Ach...ich vergaß.......viel Spaß beim Rennnen; Dir natürlich beim Arbeiten...


----------



## Knax (1. Mai 2005)

rpo35 schrieb:
			
		

> Das kann so schlimm nicht sein; hatte ja vorher schon 'nen ganz netten Ranzen......


...das sind alles muskeln!!!    bin mal gespannt auf die strecke, denn letztes jahr war sie sehr gut zu fahren... hoffe nur, dass ich nicht frühzeitig schlapp mache!
Knax


----------



## rpo35 (1. Mai 2005)

Nabend,

hab eben mal mit Boris telefoniert; der klang ja garnicht begeistert !
Die Strecke wurde wohl schon wieder geändert 
Max hatte wohl Ärger mit dem Sattel, ein Firebiker hat sich abgelegt...
Meik ist wohl zumindest die vollen 5 Runden gefahren...

Wo bleiben eure News ?...Bin heute in geheimer Mission mit Dirk und Jörg den Eifelsteig gefahren...war wohl besser so, aber einfach war das auch nicht !

Grüsse
Ralph


----------



## redrace (1. Mai 2005)

rpo35 schrieb:
			
		

> Nabend,
> 
> hab eben mal mit Boris telefoniert; der klang ja garnicht begeistert !
> Die Strecke wurde wohl schon wieder geändert
> ...



Morgen alles morgen!! Ich muss erst regenerieren!!


----------



## Knax (1. Mai 2005)

Hallo alle zusammen!
von meiner seite aus verlief das rennen (4 runden nur) ziemlich gut. hätte es beinahe geschafft nicht mehr überrundet zu werden... aber ich habe doch noch etwas trainingsrückstand.
apropos runde 4: komplett im wiegetritt gefahren!!! scheiss selle italia sattel, der hinter der klemmung komplett abgebrochen ist  
fazit: super rennen, wetter passt, nur die beine noch nicht 100%ig, aber das wird schon!   
guten start in die woche
Knax


----------



## MTB-News.de




----------



## rpo35 (1. Mai 2005)

redrace schrieb:
			
		

> Morgen alles morgen!! Ich muss erst regenerieren!!


Muß ich auch; bin trotzdem neugierig...aber ich geh jetzt auch auf die Couch...


----------



## redrace (2. Mai 2005)

HUHU

Bericht und Bilder aus Eupen


----------



## IGGY (2. Mai 2005)

redrace schrieb:
			
		

> HUHU
> 
> Bericht und Bilder aus Eupen


Schöner Bericht und tolle Bilder.
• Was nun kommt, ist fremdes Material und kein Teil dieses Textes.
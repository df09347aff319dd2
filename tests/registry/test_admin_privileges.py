"""No privilege escalation through the admin: the LSO keeps accounts but cannot raise one
(their own or another's) to superuser or staff, give groups or raw permissions, take over a
superuser's account, add accounts past person_create, or delete register records."""
from __future__ import annotations

from typing import Any

import pytest
from django.contrib.auth import get_user_model
from django.contrib.auth.models import Group, Permission
from django.test import Client
from django.urls import reverse

from registry.models import Location, Person
from registry.services import person_create
from tests import factories

pytestmark = pytest.mark.django_db

User = get_user_model()


@pytest.fixture
def lso(client: Client) -> Person:
    person = person_create(username="holloway", role="lso", email="holloway@campus.example")
    client.force_login(person.user)
    return person


def _account_form(user: Any, **changes: Any) -> dict[str, Any]:
    """The change form of an account as the browser would post it, with ``changes``."""
    data = {
        "username": user.username, "first_name": user.first_name, "last_name": user.last_name,
        "email": user.email, "is_active": "on", "is_staff": "on", "is_superuser": "on",
        "groups": [group.pk for group in Group.objects.all()],
        "user_permissions": [permission.pk for permission in Permission.objects.filter(codename__startswith="delete_")],
        "last_login_0": "", "last_login_1": "", "date_joined_0": "2026-01-01", "date_joined_1": "00:00:00",
    }
    data.update(changes)
    return data


def test_an_lso_cannot_make_their_own_account_superuser(client: Client, lso: Person) -> None:
    url = reverse("admin:auth_user_change", args=[lso.user.pk])
    page = client.get(url)
    assert page.status_code == 200
    # Shown to read, not as inputs.
    form_fields = set(page.context["adminform"].form.fields)
    assert not form_fields & {"is_superuser", "is_staff", "groups", "user_permissions"}

    response = client.post(url, _account_form(lso.user, first_name="Changed"))
    assert response.status_code == 302
    lso.user.refresh_from_db()
    assert lso.user.first_name == "Changed"
    assert (lso.user.is_superuser, lso.user.is_staff) == (False, True)
    assert list(lso.user.groups.values_list("name", flat=True)) == ["Laser safety officers"]
    assert not lso.user.user_permissions.exists()


def test_an_lso_cannot_make_a_researcher_staff_or_give_them_groups(client: Client, lso: Person) -> None:
    researcher = person_create(username="okafor", role="researcher")
    response = client.post(reverse("admin:auth_user_change", args=[researcher.user.pk]),
                           _account_form(researcher.user, email="okafor@campus.example"))
    assert response.status_code == 302
    researcher.user.refresh_from_db()
    assert researcher.user.email == "okafor@campus.example"
    assert (researcher.user.is_superuser, researcher.user.is_staff) == (False, False)
    assert list(researcher.user.groups.values_list("name", flat=True)) == ["Researchers"]
    assert not researcher.user.user_permissions.exists()


def test_an_lso_cannot_change_a_superusers_account_or_password(client: Client, lso: Person) -> None:
    root = User.objects.create_superuser("root", "root@campus.example", "a-long-root-passphrase")
    response = client.post(reverse("admin:auth_user_change", args=[root.pk]),
                           _account_form(root, email="lso@campus.example"))
    assert response.status_code == 403
    response = client.post(reverse("admin:auth_user_password_change", args=[root.pk]),
                           {"password1": "taken-over-9931", "password2": "taken-over-9931"})
    assert response.status_code == 403
    root.refresh_from_db()
    assert root.email == "root@campus.example"
    assert root.check_password("a-long-root-passphrase")


def test_an_lso_adds_accounts_only_with_their_person(client: Client, lso: Person) -> None:
    response = client.post(reverse("admin:auth_user_add"),
                           {"username": "ghost", "password1": "ghost-pass-8841", "password2": "ghost-pass-8841"})
    assert response.status_code == 403
    assert not User.objects.filter(username="ghost").exists()


def test_an_lso_cannot_move_a_person_to_another_account(client: Client, lso: Person) -> None:
    page = client.get(reverse("admin:registry_person_change", args=[lso.pk]))
    assert page.status_code == 200
    assert not {"user", "role"} & set(page.context["adminform"].form.fields)


@pytest.mark.parametrize("make", [
    lambda: factories.LocationFactory.create(),
    lambda: factories.EmissionFactory.create(),
    lambda: factories.ResearchGroupFactory.create(),
    lambda: person_create(username="dunmore", role="user").user,
], ids=["location", "emission", "research group", "account"])
def test_an_lso_deletes_nothing_even_with_delete_permissions(client: Client, lso: Person, make: Any) -> None:
    record = make()
    # Even were the role's group given delete permissions, the admin keeps deleting for superusers.
    lso.user.groups.get().permissions.add(*Permission.objects.filter(codename__startswith="delete_"))
    opts = record._meta
    response = client.post(reverse(f"admin:{opts.app_label}_{opts.model_name}_delete", args=[record.pk]),
                           {"post": "yes"})
    assert response.status_code == 403
    response = client.post(reverse(f"admin:{opts.app_label}_{opts.model_name}_changelist"),
                           {"action": "delete_selected", "_selected_action": [record.pk], "post": "yes"})
    assert type(record).objects.filter(pk=record.pk).exists()


def test_emission_inlines_offer_no_delete_to_an_lso(client: Client, lso: Person) -> None:
    emission = factories.EmissionFactory.create()
    page = client.get(reverse("admin:registry_laser_change", args=[emission.laser.pk]))
    assert page.status_code == 200
    [emissions] = page.context["inline_admin_formsets"]
    assert emissions.has_delete_permission is False


def test_a_command_line_superuser_may_delete_a_location(client: Client) -> None:
    root = User.objects.create_superuser("root", "root@campus.example", "a-long-root-passphrase")
    client.force_login(root)
    room = factories.LocationFactory.create()
    response = client.post(reverse("admin:registry_location_delete", args=[room.pk]), {"post": "yes"})
    assert response.status_code == 302
    assert not Location.objects.filter(pk=room.pk).exists()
So wie wir es gewohnt sind von Dir


----------



## team-corratec-r (2. Mai 2005)

Hallöchen !!
Hier noch en Bericht und Bilder vom Corratec Team .
www.team-corratec-rsv.be/news.htm


----------



## rpo35 (2. Mai 2005)

team-corratec-r schrieb:
			
		

> Hallöchen !!
> Hier noch en Bericht und Bilder vom Corratec Team .
> www.team-corratec-rsv.be/news.htm


Klasse, dass man jetzt auch von Euch Berichte und Bilder bekommt !......weiter so !


----------



## rpo35 (3. Mai 2005)

Nabend,

bin eben mal mit Boris in Eupen die Strecke abgefahren...die war ja wieder völlig anders als letztes Jahr...
Ist eigentlich allen (die da waren) klar, dass ca. 30% der Strecke erst existieren, seit dem letzten Sonntag etwa 2 Stunden lang ca. 140 Biker ihre Runden gedreht haben ? Warum ? Ganz einfach lt. Präsident des RSK wollte der Förster, dass möglichst wenig über die breiten Waldwege gefahren wird.
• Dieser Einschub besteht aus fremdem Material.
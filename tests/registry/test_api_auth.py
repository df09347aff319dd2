"""Token sign-in, its throttle, and what anonymous callers may reach."""
from __future__ import annotations

from django.core.cache import cache
from django.test import TestCase
from rest_framework.authtoken.models import Token
from rest_framework.test import APIClient

from registry import services

SIGN_IN = "/api/v1/auth/token/"


class TokenSignInTests(TestCase):
    @classmethod
    def setUpTestData(cls) -> None:
        cls.ada = services.person_create(username="ada", role="lso", password="correct horse battery")
        services.person_create(username="bo", role="inspector", password="another long phrase")

    def setUp(self) -> None:
        cache.clear()
        self.addCleanup(cache.clear)

    def test_a_token_from_sign_in_authenticates_api_calls(self) -> None:
        response = APIClient().post(SIGN_IN, {"username": "ada", "password": "correct horse battery"}, format="json")
        self.assertEqual(response.status_code, 200)
        token = response.json()["token"]
        self.assertEqual(Token.objects.get(user=self.ada.user).key, token)
        client = APIClient()
        client.credentials(HTTP_AUTHORIZATION=f"Token {token}")
        self.assertEqual(client.get("/api/v1/lasers/").status_code, 200)

    def test_a_wrong_password_gets_400_and_no_token(self) -> None:
        response = APIClient().post(SIGN_IN, {"username": "ada", "password": "wrong"}, format="json")
        self.assertEqual(response.status_code, 400)
        self.assertFalse(Token.objects.exists())

    def test_guessing_one_accounts_password_is_throttled_after_five_attempts(self) -> None:
        client = APIClient()
        for _ in range(5):
            self.assertEqual(client.post(SIGN_IN, {"username": "ada", "password": "guess"}, format="json").status_code,
                             400)
        # Throttled even with the right password, so guessing cannot tell when it succeeded.
        blocked = client.post(SIGN_IN, {"username": "ADA", "password": "correct horse battery"}, format="json")
        self.assertEqual(blocked.status_code, 429)
        self.assertGreater(int(blocked["Retry-After"]), 0)
        self.assertFalse(Token.objects.exists())
        # Another account is still open from the same address.
        other = client.post(SIGN_IN, {"username": "bo", "password": "another long phrase"}, format="json")
        self.assertEqual(other.status_code, 200)

    def test_many_attempts_from_one_address_are_throttled_whatever_the_username(self) -> None:
        client = APIClient()
        statuses = [client.post(SIGN_IN, {"username": f"guess{number}", "password": "x"}, format="json").status_code
                    for number in range(11)]
        self.assertEqual(statuses, [400] * 10 + [429])

    def test_padded_and_recased_names_count_as_one_account_and_never_sign_in(self) -> None:
        names = [" ada", "ADA\t", "Ada ", "\nada", "ada"]
        answers = [APIClient().post(SIGN_IN, {"username": name, "password": "guess"}, format="json")
                   for name in names]
        # Each padded name is refused, naming the field; each attempt still counts for "ada".
        for answer in answers[:4]:
            self.assertEqual(answer.status_code, 400)
            self.assertIn("username", answer.json())
        self.assertEqual(answers[4].status_code, 400)
        blocked = APIClient().post(SIGN_IN, {"username": "Ada", "password": "correct horse battery"}, format="json")
        self.assertEqual(blocked.status_code, 429)
        self.assertFalse(Token.objects.exists())

    def test_a_padded_name_with_the_right_password_gets_no_token(self) -> None:
        response = APIClient().post(SIGN_IN, {"username": " ada", "password": "correct horse battery"}, format="json")
        self.assertEqual(response.status_code, 400)
        self.assertEqual(list(response.json()), ["username"])
        self.assertFalse(Token.objects.exists())

    def test_a_new_forwarded_address_per_request_is_still_one_address(self) -> None:
        client = APIClient()
        statuses = [client.post(SIGN_IN, {"username": f"guess{number}", "password": "x"}, format="json",
                                HTTP_X_FORWARDED_FOR=f"198.51.100.{number}").status_code
                    for number in range(11)]
        self.assertEqual(statuses, [400] * 10 + [429])

    def test_padded_names_from_new_forwarded_addresses_are_throttled_on_the_account(self) -> None:
        names = [" ada", "Ada\t", "ADA", " ADA ", "ada\n"]
        for number, name in enumerate(names):
            APIClient().post(SIGN_IN, {"username": name, "password": "guess"}, format="json",
                             HTTP_X_FORWARDED_FOR=f"203.0.113.{number}", REMOTE_ADDR=f"192.0.2.{number}")
        blocked = APIClient().post(SIGN_IN, {"username": "ada", "password": "correct horse battery"},
                                   format="json", HTTP_X_FORWARDED_FOR="203.0.113.99", REMOTE_ADDR="192.0.2.99")
        self.assertEqual(blocked.status_code, 429)
        self.assertFalse(Token.objects.exists())


class AnonymousTests(TestCase):
    def test_anonymous_callers_get_401_with_a_challenge_except_for_schema_and_docs(self) -> None:
        client = APIClient()
        response = client.get("/api/v1/lasers/")
        self.assertEqual(response.status_code, 401)
        self.assertEqual(response["WWW-Authenticate"], "Token")
        self.assertEqual(client.get("/api/v1/schema/").status_code, 200)
        docs = client.get("/api/v1/docs/")
        self.assertEqual(docs.status_code, 200)
        self.assertNotIn("cdn", docs.content.decode().lower())
        redoc = client.get("/api/v1/docs/redoc/").content.decode()
        self.assertNotIn("fonts.googleapis", redoc)
        self.assertIn("/static/drf_spectacular_sidecar/redoc/", redoc)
Ich könnte ja jetzt sagen "klasse, wieder ein paar nette neue Trails in meiner Nähe", aber ehrlich gesagt; ich find's zum kotzen.
Bei einem dämlichen CC-Rennen werden einfach mal neue Trails in den Wald gezaubert, um den Konflikt mit den Spaziergängern zu meiden, obwohl wir ansonsten immer mehr aus der Natur verdrängt werden.
Das ist zwar jetzt in Belgien...aber letztendlich das selbe Thema !
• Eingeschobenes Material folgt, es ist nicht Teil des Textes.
"""The committed migrations describe the models exactly."""
from __future__ import annotations

from io import StringIO

import pytest
from django.core.management import call_command


@pytest.mark.django_db  # makemigrations reads the migration history table
def test_the_models_need_no_migration_that_is_not_committed() -> None:
    output = StringIO()
    # --check exits non-zero (SystemExit) when a model change has no migration.
    call_command("makemigrations", "--check", "--dry-run", stdout=output)
    assert "No changes detected" in output.getvalue()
Mich regt das höllisch auf...ich brauch jetzt ein Bier...

Grüsse
Ralph


----------



## IGGY (22. Mai 2005)

Hallo zusammen!
Hier ein paar Bilder von dem heutigen Rennen in Kelmis!


----------



## Knax (22. Mai 2005)

Hallo alle zusammen!
...die bilder geben in etwa das wieder, wie es im kelmis war: autobahn fahren   
hätte nicht gedacht, dass es so einfache CC-strecken gibt (ein crosser hätte gewinnen können   ). macht alles nichts, erstes saison-ziel erreicht: volle distanz gefahren, also nicht überrundet worden und noch den 4. platz in meiner klasse. nächstes mal steh ich auf dem podest   
guten start in die woche
Knax - der tierisch dicke beine hat


----------



## team-corratec-r (23. Mai 2005)

hallöchen !!
Rennbericht von Kelmis online !!
www.team-corratec-rsv.be


----------



## MTB-News.de




----------



## redrace (24. Mai 2005)

IGGY schrieb:
			
		

> Hallo zusammen!
> Hier ein paar Bilder von dem heutigen Rennen in Kelmis!




HUHU

Wieso wusste ich von dem Termin nix!!!!!!!   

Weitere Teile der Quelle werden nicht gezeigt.